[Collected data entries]
=== Begin Enclosure ===

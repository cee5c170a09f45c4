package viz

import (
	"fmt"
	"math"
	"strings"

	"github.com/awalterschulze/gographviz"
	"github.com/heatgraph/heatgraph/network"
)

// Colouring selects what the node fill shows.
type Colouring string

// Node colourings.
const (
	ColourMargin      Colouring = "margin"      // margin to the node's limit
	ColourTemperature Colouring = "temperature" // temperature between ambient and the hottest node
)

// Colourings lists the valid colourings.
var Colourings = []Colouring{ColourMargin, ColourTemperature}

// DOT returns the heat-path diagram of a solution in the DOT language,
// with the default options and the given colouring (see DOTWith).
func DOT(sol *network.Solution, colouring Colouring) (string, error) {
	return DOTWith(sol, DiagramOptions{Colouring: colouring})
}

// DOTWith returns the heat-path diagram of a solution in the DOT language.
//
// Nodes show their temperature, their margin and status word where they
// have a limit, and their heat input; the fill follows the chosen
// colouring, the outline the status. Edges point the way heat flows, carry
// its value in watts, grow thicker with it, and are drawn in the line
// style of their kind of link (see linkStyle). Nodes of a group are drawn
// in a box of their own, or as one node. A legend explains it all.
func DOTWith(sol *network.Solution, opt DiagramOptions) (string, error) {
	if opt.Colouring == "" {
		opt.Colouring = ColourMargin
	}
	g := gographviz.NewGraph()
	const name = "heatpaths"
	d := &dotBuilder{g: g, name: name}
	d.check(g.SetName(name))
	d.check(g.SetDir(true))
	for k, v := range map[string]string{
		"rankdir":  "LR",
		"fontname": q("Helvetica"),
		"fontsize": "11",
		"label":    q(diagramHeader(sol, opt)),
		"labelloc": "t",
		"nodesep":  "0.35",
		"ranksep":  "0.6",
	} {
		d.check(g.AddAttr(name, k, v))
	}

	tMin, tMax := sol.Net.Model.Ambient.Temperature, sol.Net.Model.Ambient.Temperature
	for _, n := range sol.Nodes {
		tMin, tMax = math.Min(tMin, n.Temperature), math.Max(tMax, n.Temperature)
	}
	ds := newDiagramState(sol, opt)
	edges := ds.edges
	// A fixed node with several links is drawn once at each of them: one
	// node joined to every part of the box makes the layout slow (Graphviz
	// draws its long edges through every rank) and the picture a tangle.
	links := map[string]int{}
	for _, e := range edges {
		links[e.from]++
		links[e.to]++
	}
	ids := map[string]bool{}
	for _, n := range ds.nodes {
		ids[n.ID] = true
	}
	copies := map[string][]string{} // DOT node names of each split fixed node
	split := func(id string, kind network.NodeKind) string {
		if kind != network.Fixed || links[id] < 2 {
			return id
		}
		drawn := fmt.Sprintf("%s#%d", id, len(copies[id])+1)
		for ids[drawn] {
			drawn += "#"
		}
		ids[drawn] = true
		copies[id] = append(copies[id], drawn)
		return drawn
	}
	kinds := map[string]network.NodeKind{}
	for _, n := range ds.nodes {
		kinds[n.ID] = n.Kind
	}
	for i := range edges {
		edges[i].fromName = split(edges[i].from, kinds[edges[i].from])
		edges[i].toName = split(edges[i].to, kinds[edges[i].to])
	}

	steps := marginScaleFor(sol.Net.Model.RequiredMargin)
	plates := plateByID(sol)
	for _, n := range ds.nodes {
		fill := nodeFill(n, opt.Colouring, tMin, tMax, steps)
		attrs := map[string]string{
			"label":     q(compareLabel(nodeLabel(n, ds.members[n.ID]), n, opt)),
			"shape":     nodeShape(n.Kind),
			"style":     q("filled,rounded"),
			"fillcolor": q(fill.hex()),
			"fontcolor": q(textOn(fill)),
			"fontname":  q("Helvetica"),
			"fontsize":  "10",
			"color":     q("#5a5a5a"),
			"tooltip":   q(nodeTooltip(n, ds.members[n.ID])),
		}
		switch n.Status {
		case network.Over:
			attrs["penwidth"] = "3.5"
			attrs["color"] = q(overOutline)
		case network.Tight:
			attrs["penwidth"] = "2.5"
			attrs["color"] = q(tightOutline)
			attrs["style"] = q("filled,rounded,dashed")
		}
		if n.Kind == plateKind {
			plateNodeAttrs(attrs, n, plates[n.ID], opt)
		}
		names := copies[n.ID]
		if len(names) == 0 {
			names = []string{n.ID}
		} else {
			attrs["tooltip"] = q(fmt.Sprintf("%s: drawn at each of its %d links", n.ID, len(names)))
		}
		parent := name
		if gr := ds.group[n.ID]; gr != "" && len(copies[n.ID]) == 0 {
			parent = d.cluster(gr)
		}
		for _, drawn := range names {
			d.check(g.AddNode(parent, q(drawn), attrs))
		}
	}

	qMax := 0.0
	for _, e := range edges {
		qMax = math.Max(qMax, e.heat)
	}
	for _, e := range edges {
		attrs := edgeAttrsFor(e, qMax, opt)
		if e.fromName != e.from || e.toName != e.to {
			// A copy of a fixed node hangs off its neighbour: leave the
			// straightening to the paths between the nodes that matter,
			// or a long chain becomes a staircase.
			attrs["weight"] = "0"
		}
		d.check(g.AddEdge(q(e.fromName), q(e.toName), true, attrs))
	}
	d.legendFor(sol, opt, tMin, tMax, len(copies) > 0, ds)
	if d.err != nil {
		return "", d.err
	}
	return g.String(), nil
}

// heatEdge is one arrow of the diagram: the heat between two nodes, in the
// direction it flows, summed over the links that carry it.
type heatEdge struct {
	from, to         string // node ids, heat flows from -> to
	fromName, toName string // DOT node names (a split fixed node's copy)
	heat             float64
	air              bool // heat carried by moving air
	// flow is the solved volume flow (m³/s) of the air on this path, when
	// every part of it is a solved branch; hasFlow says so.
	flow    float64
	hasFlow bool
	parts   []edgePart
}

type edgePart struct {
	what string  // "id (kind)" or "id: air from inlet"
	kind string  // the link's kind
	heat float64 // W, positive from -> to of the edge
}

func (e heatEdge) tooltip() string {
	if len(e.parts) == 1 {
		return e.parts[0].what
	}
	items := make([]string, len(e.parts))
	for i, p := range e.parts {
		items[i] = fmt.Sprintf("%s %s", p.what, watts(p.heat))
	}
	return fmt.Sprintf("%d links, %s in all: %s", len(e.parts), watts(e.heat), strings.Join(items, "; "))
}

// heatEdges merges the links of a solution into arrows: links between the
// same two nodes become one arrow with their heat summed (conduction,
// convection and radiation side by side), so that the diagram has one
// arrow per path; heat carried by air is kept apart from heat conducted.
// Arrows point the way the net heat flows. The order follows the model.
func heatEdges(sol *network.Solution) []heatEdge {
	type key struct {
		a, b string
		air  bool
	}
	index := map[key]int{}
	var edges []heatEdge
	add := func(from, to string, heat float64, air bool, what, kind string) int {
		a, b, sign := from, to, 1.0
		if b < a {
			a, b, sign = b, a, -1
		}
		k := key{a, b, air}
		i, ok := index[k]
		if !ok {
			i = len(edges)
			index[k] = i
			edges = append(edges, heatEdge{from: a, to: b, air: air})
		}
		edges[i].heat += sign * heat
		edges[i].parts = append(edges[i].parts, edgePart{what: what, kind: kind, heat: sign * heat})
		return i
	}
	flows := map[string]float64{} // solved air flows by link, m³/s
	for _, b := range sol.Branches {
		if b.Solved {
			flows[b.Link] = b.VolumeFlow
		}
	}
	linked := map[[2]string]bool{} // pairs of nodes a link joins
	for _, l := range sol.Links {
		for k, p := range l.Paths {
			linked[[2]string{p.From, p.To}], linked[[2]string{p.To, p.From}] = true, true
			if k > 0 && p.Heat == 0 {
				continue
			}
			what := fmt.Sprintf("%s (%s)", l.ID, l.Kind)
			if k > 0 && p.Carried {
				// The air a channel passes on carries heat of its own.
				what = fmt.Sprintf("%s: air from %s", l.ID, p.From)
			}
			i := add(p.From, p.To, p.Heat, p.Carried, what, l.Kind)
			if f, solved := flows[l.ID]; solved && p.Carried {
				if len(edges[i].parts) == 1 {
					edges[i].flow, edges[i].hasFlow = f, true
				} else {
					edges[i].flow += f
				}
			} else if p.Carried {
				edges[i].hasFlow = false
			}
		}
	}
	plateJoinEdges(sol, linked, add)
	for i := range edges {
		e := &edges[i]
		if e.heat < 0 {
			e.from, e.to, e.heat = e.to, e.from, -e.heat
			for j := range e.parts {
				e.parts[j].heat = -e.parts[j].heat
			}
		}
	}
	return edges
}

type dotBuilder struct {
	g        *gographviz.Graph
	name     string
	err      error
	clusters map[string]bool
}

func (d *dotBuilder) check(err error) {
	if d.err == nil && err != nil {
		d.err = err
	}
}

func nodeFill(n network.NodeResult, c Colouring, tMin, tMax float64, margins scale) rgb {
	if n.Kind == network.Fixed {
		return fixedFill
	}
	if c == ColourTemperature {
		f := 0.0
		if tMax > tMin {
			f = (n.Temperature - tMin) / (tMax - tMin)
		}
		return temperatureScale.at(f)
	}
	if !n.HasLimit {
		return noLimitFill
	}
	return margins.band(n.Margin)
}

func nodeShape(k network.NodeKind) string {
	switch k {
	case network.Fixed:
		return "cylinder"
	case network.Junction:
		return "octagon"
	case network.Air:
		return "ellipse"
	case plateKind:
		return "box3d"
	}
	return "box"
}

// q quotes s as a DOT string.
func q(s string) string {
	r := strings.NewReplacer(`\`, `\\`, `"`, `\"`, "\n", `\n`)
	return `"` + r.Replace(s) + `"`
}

=== End Enclosure ===
=== Begin Enclosure ===

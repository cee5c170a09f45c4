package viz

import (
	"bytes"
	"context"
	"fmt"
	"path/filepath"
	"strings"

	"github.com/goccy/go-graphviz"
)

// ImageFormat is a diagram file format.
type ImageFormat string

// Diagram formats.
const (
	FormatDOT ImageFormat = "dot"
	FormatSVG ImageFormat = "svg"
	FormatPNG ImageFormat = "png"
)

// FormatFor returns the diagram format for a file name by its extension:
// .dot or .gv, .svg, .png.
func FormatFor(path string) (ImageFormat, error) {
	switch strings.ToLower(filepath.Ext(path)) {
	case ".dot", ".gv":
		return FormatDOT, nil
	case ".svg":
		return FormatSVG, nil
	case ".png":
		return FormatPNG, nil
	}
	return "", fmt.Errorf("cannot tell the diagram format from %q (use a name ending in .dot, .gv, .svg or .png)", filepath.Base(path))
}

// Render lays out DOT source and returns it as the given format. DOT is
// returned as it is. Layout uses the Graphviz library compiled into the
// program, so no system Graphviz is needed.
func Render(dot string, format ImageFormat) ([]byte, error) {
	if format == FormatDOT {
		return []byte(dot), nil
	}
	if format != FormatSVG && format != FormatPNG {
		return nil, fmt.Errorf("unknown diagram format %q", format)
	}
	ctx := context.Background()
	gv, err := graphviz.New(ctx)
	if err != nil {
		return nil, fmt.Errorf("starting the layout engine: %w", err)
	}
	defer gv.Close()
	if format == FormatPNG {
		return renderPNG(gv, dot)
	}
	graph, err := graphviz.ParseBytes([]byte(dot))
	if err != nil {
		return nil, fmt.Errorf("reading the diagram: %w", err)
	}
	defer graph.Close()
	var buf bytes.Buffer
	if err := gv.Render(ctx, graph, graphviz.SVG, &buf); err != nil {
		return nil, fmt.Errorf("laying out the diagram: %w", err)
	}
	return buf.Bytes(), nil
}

=== End Enclosure ===

=== What is required ===
From the records above, reproduce exactly the lines from the one with "layout slow (Graphviz" to the one with "if kind != network.Fixed", both included, and no others.

=== Output ===
	// node joined to every part of the box makes the layout slow (Graphviz
	// draws its long edges through every rank) and the picture a tangle.
	links := map[string]int{}
	for _, e := range edges {
		links[e.from]++
		links[e.to]++
	}
	ids := map[string]bool{}
	for _, n := range ds.nodes {
		ids[n.ID] = true
	}
	copies := map[string][]string{} // DOT node names of each split fixed node
	split := func(id string, kind network.NodeKind) string {
		if kind != network.Fixed || links[id] < 2 {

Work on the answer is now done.